* ACTIVITY *
Please give back word for word the lines below, from the first one through the one with "2024, study it; title from memory);".

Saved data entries

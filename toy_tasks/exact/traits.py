"""What a policy does beyond its distance to the optimum: the winners' log-ratio and the mean length.

Two figures that show what the choice of objective does, for ``polopt compare`` and summary.json:

- the winners' mean log-ratio ``sum_{x,i,j} W[x,i,j] h_xi / sum W`` with ``h = log pi - log pi_ref``:
  negative means the preferred responses lost probability on average ("likelihood displacement";
  Razin et al., Unintentional Unalignment: Likelihood Displacement in Direct Preference Optimization,
  2024, study it; title from memory);
- the mean response length ``sum_x rho_x sum_i pi_xi n_xi`` in tokens, beside the reference's: a
  length-normalised or reference-free objective can move mass to long or short responses.
"""

from __future__ import annotations

import numpy as np


def winner_logratio(weights: np.ndarray, h: np.ndarray) -> float:
    """W-weighted mean log-ratio of the winners: weights (X, K, K) (winner i, loser j), h (X, K)."""
    total = weights.sum()
    return float((weights.sum(axis=2) * h).sum() / total) if total > 0 else float("nan")


def mean_length(policy: np.ndarray, lengths: np.ndarray, prompt_weights: np.ndarray) -> float:
    """Expected response length in tokens: policy and lengths (X, K), prompt weights (X,)."""
    return float(prompt_weights @ (policy * lengths).sum(axis=1))


def traits(task, weights: np.ndarray, h_optimum: np.ndarray | None) -> dict:
    """summary.json's ``optimum_logratio_winner``, ``optimum_mean_length`` (None where no finite optimum)
    and ``reference_mean_length`` of ``task`` under the win weights ``weights``."""
    out = {"optimum_logratio_winner": None, "optimum_mean_length": None,
           "reference_mean_length": mean_length(task.reference, task.lengths, task.prompt_weights)}
    if h_optimum is not None:
        pi = task.policy_from_logratios(h_optimum)
        h = np.log(pi) - np.log(task.reference)  # the optimum's own log-ratios (normalised)
        out["optimum_logratio_winner"] = winner_logratio(weights, h)
        out["optimum_mean_length"] = mean_length(pi, task.lengths, task.prompt_weights)
    return out
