def _newton(loss: MarginLoss, w: np.ndarray, beta: float, h0: np.ndarray,
            labels: np.ndarray) -> tuple[np.ndarray, float]:
    """Minimise one prompt's L(h) with a gauge term 0.5 * (sum of h over each component)^2,
    which fixes the free shift without moving the minimiser of L; damped Newton with the Laplacian
    Hessian (:mod:`toy_tasks.exact.newton`). Returns h and the residual max |grad L(h)|."""
    groups = [labels == c for c in np.unique(labels[labels >= 0])]
    gauge = np.zeros((len(labels), len(labels)))
    for g in groups:
        gauge[np.ix_(g, g)] = 1.0
    inactive = labels < 0
    gauge[inactive, inactive] = 1.0  # unidentified responses are pinned at 0
    wx = w[None]

    def derivatives(h):
        value, grad, hess = _loss_grad_hess(loss, wx, torch.as_tensor(h[None]), beta, order=2)
        return value + 0.5 * h @ gauge @ h, grad[0] + gauge @ h, hess[0] + gauge

    def value(h):
        return _loss_grad_hess(loss, wx, torch.as_tensor(h[None]), beta, order=0)[0] + 0.5 * h @ gauge @ h

    h = minimise(derivatives, value, h0, tol=GRADIENT_TOLERANCE, max_iterations=MAX_ITERATIONS).x
    _, grad, _ = _loss_grad_hess(loss, wx, torch.as_tensor(h[None]), beta, order=1)
    return h, float(np.abs(grad).max())


def _hinge_lp(w: np.ndarray, beta: float, labels: np.ndarray) -> np.ndarray:
    """Exact hinge minimiser of one prompt as a linear programme:
    min sum_e W_e s_e  s.t.  s_e >= 1 - beta (h_i - h_j),  s_e >= 0."""
    k = len(labels)
    pairs = np.argwhere(w > 0)
    e = len(pairs)
    rows = np.repeat(np.arange(e), 3)
    cols = np.stack([pairs[:, 0], pairs[:, 1], k + np.arange(e)], axis=1).ravel()
    vals = np.tile([-beta, beta, -1.0], e)
    a_ub = scipy.sparse.csr_matrix((vals, (rows, cols)), shape=(e, k + e))
    cost = np.concatenate([np.zeros(k), w[pairs[:, 0], pairs[:, 1]]])
    bounds = [(None, None)] * k + [(0, None)] * e
    for c in np.unique(labels):  # fix one response per component (and the unweighted ones) at 0
        first = int(np.flatnonzero(labels == c)[0])
        for i in (np.flatnonzero(labels == c) if c < 0 else [first]):
            bounds[i] = (0.0, 0.0)
    result = scipy.optimize.linprog(cost, A_ub=a_ub, b_ub=-np.ones(e), bounds=bounds, method="highs")
    if result.status != 0:
        raise RuntimeError(f"hinge linear programme failed: {result.message}")
    return result.x[:k]


def _centre(h: np.ndarray, labels: np.ndarray) -> np.ndarray:
    h = h.copy()
    for c in np.unique(labels):
        members = labels == c
        h[members] = 0.0 if c < 0 else h[members] - h[members].mean()
    return h
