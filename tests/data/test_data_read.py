"""Mixed files of good and bad rows in every format: each bad row reported where it is, no good
row lost, the row accounting exact.

The files come from examples/library_desk.py, which writes the bad rows itself and records,
independently of the loader, the line (JSONL, CSV: counted as it writes, quoted newlines
included) or index (Parquet, saved folder) and the field and reason of each one, and the good
pairs in order. UTF-8 validity is Python's codec (RFC 3629); JSON is RFC 8259; CSV quoting is
RFC 4180 as Python's csv module writes it.
"""

from __future__ import annotations

import json

import pytest
from hypothesis import HealthCheck, given, settings
from hypothesis import strategies as st

from examples.library_desk import MAX_LENGTH, write_all
from polopt.data import load_pairs, write_rejects

FILES = {"jsonl": "pairs.jsonl", "csv": "pairs.csv", "parquet": "pairs.parquet", "folder": "pairs_folder"}
MAPPED = {"prompt": "question", "winner": "good_reply", "loser": "other_reply", "weight": "w"}


@pytest.fixture(scope="module")
def weighted(tmp_path_factory):
    out = tmp_path_factory.mktemp("weighted")
    return out, write_all(out, 60, seed=1, bad=True, weights=True)


@pytest.fixture(scope="module")
def mapped(tmp_path_factory):
    out = tmp_path_factory.mktemp("mapped")
    return out, write_all(out, 45, seed=2, bad=True, weights=False, names=MAPPED)


def _found(data):
    return [{r.unit: r.location, "field": r.field, "reason": r.reason} for r in data.rejects]


@pytest.mark.parametrize("fmt", FILES)
def test_every_bad_row_reported_and_no_good_row_lost(weighted, fmt):
    out, manifest = weighted
    data = load_pairs(out / FILES[fmt], max_length=MAX_LENGTH)
    assert _found(data) == manifest["expected"][fmt]
    assert data.rows() == manifest["good"]  # the same pairs, weights and order as written
    a = data.accounting
    assert a["rows_in"] == len(manifest["good"]) + len(manifest["expected"][fmt])
    assert a["rows_in"] == a["rows_accepted"] + a["rows_rejected"]
    assert a["balance"] == f"rows_in {a['rows_in']} = rows_accepted {a['rows_accepted']} + rows_rejected " \
                           f"{a['rows_rejected']}"
    assert a["weighted"] is True
    assert sum(a["rejected_by_reason"].values()) == a["rows_rejected"]


@pytest.mark.parametrize("fmt", FILES)
def test_column_mapping_reads_other_names(mapped, fmt):
    out, manifest = mapped
    names = {k: v for k, v in MAPPED.items() if k != "weight"}  # the file has no w column
    data = load_pairs(out / FILES[fmt], columns=names, max_length=MAX_LENGTH)
    assert _found(data) == manifest["expected"][fmt]
    assert [{k: r[k] for k in ("prompt", "winner", "loser")} for r in data.rows()] == manifest["good"]
    assert data.weight == [1.0] * len(manifest["good"])  # no weight column: weight 1
    assert data.accounting["columns"] == {"prompt": "question", "winner": "good_reply", "loser": "other_reply",
                                          "weight": None}


@pytest.mark.parametrize("fmt", FILES)
def test_default_names_on_a_mapped_file_is_one_file_level_error(mapped, fmt):
    out, _ = mapped
    with pytest.raises(ValueError, match=r"missing column\(s\) prompt, winner, loser; the file has: .*question.*"
                                         r"Map your names with task.columns"):
        load_pairs(out / FILES[fmt])


def test_every_reason_of_each_format_occurs(weighted):
    """The mixed files hold every kind of bad row the format can hold."""
    _, manifest = weighted
    reasons = {fmt: {e["reason"] for e in exp} for fmt, exp in manifest["expected"].items()}
    common = {"missing", "empty", "identical", "invalid_utf8", "too_long", "duplicate", "bad_weight"}
    assert reasons["jsonl"] == common | {"not_a_string", "invalid_json", "not_an_object"}
    assert reasons["csv"] == (common - {"missing"}) | {"wrong_field_count"}  # CSV has no null
    assert reasons["parquet"] == common


@pytest.mark.parametrize("fmt", FILES)
def test_rejects_file_holds_each_reject_with_its_row(weighted, tmp_path, fmt):
    out, manifest = weighted
    data = load_pairs(out / FILES[fmt], max_length=MAX_LENGTH)
    path = write_rejects(data.rejects, tmp_path / "rejects.jsonl")
    records = [json.loads(line) for line in path.read_text(encoding="utf-8").splitlines()]
    unit = "index" if fmt in ("parquet", "folder") else "line"
    assert [{unit: r[unit], "field": r["field"], "reason": r["reason"]} for r in records] == manifest["expected"][fmt]
    assert all(r["detail"] and r["row"] is not None for r in records)
    # the original content is kept: a too-long row's winner is there in full
    long_row = next(r for r in records if r["reason"] == "too_long")
    assert len(long_row["row"]["winner"].encode()) > MAX_LENGTH


def test_invalid_utf8_is_located_to_the_field_and_byte(weighted):
    out, _ = weighted
    data = load_pairs(out / "pairs.jsonl", max_length=MAX_LENGTH)
    raw = next(r for r in data.rejects if r.reason == "invalid_utf8" and r.field == "winner")
    line = (out / "pairs.jsonl").read_bytes().split(b"\n")[raw.location - 1]
    # the generator appended b" caf\xe9 \xff": 0xe9 is where Python's strict decoder stops
    assert b"caf\xe9" in line
    assert "(0xe9) is not valid UTF-8" in raw.detail
    surrogate = next(r for r in data.rejects if r.reason == "invalid_utf8" and r.field == "prompt")
    assert "lone surrogate" in surrogate.detail


def test_a_weight_column_named_explicitly_must_exist(mapped):
    out, _ = mapped
    message = r"missing column\(s\) w; the file has: 'question', 'good_reply', 'other_reply'"
    with pytest.raises(ValueError, match=message):
        load_pairs(out / "pairs.jsonl", columns=MAPPED)


_PIECES = [b'{"prompt": "a", "winner": "b", "loser": "c"}', b'"', b",", b"\n", b"\r", b"\xff", b"\xe9", b"{", b"}",
           b"[", b"]", b'"prompt"', b'"winner"', b'"loser"', b'"weight"', b":", b"1", b"-0", b"null", b"NaN", b" ",
           b"prompt,winner,loser\n", b"prompt,winner,loser,weight\n", b"\xef\xbb\xbf", b"\x00", b"\\", b"\\ud800"]


@settings(max_examples=150, deadline=None, suppress_health_check=[HealthCheck.function_scoped_fixture])
@given(st.lists(st.sampled_from(_PIECES), max_size=40).map(b"".join) | st.binary(max_size=200),
       st.sampled_from([".jsonl", ".csv", ".json", ".tsv"]))
def test_any_bytes_give_a_file_error_or_exact_accounting(tmp_path, data, suffix):
    """Whatever the bytes, the loader either raises one ValueError for the file or accounts for
    every row (common practice for loaders: no other exception escapes)."""
    path = tmp_path / f"fuzz{suffix}"
    path.write_bytes(data)
    try:
        loaded = load_pairs(path, max_length=8, truncation="truncate_response")
    except ValueError as err:
        assert str(err) and "\n" not in str(err).strip()
        return
    a = loaded.accounting
    assert a["rows_in"] == a["rows_accepted"] + a["rows_rejected"] == len(loaded) + len(loaded.rejects)
    json.dumps([r.record() for r in loaded.rejects], allow_nan=False)  # every reject can be written


_VALUES = st.one_of(st.none(), st.booleans(), st.integers(), st.floats(), st.text(max_size=6),
                    st.sampled_from(["", " ", "\t\n", "a\ud800", "x"]), st.lists(st.text(max_size=2), max_size=2))


@settings(max_examples=100, deadline=None, suppress_health_check=[HealthCheck.function_scoped_fixture])
@given(st.lists(st.fixed_dictionaries({}, optional={"prompt": _VALUES, "winner": _VALUES, "loser": _VALUES}),
                min_size=1, max_size=12))
def test_jsonl_rows_accepted_exactly_when_their_fields_are_valid(tmp_path, rows):
    """An oracle written from the rules alone: text fields are strings with a UTF-8 form that are
    not blank, and winner differs from loser."""
    rows = [{"prompt": "p", "winner": "w", "loser": "l"}] + rows  # the columns exist in the file
    path = tmp_path / "f.jsonl"
    path.write_text("".join(json.dumps(r) + "\n" for r in rows), encoding="utf-8")

    def valid(text):
        try:
            text.encode("utf-8")
        except (UnicodeEncodeError, AttributeError):
            return False
        return isinstance(text, str) and bool(text.strip())

    expected = [i + 1 for i, r in enumerate(rows)
                if all(valid(r.get(f)) for f in ("prompt", "winner", "loser")) and r["winner"] != r["loser"]]
    data = load_pairs(path, duplicates="keep")
    assert data.location == expected
    assert data.rows() == [dict(rows[i - 1], weight=1.0) for i in expected]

* WRITTEN ANSWER *
filename toy_tasks/exact/traits.py
"""What a policy does beyond its distance to the optimum: the winners' log-ratio and the mean length.

Two figures that show what the choice of objective does, for ``polopt compare`` and summary.json:

- the winners' mean log-ratio ``sum_{x,i,j} W[x,i,j] h_xi / sum W`` with ``h = log pi - log pi_ref``:
  negative means the preferred responses lost probability on average ("likelihood displacement";
  Razin et al., Unintentional Unalignment: Likelihood Displacement in Direct Preference Optimization,
  2024, study it; title from memory);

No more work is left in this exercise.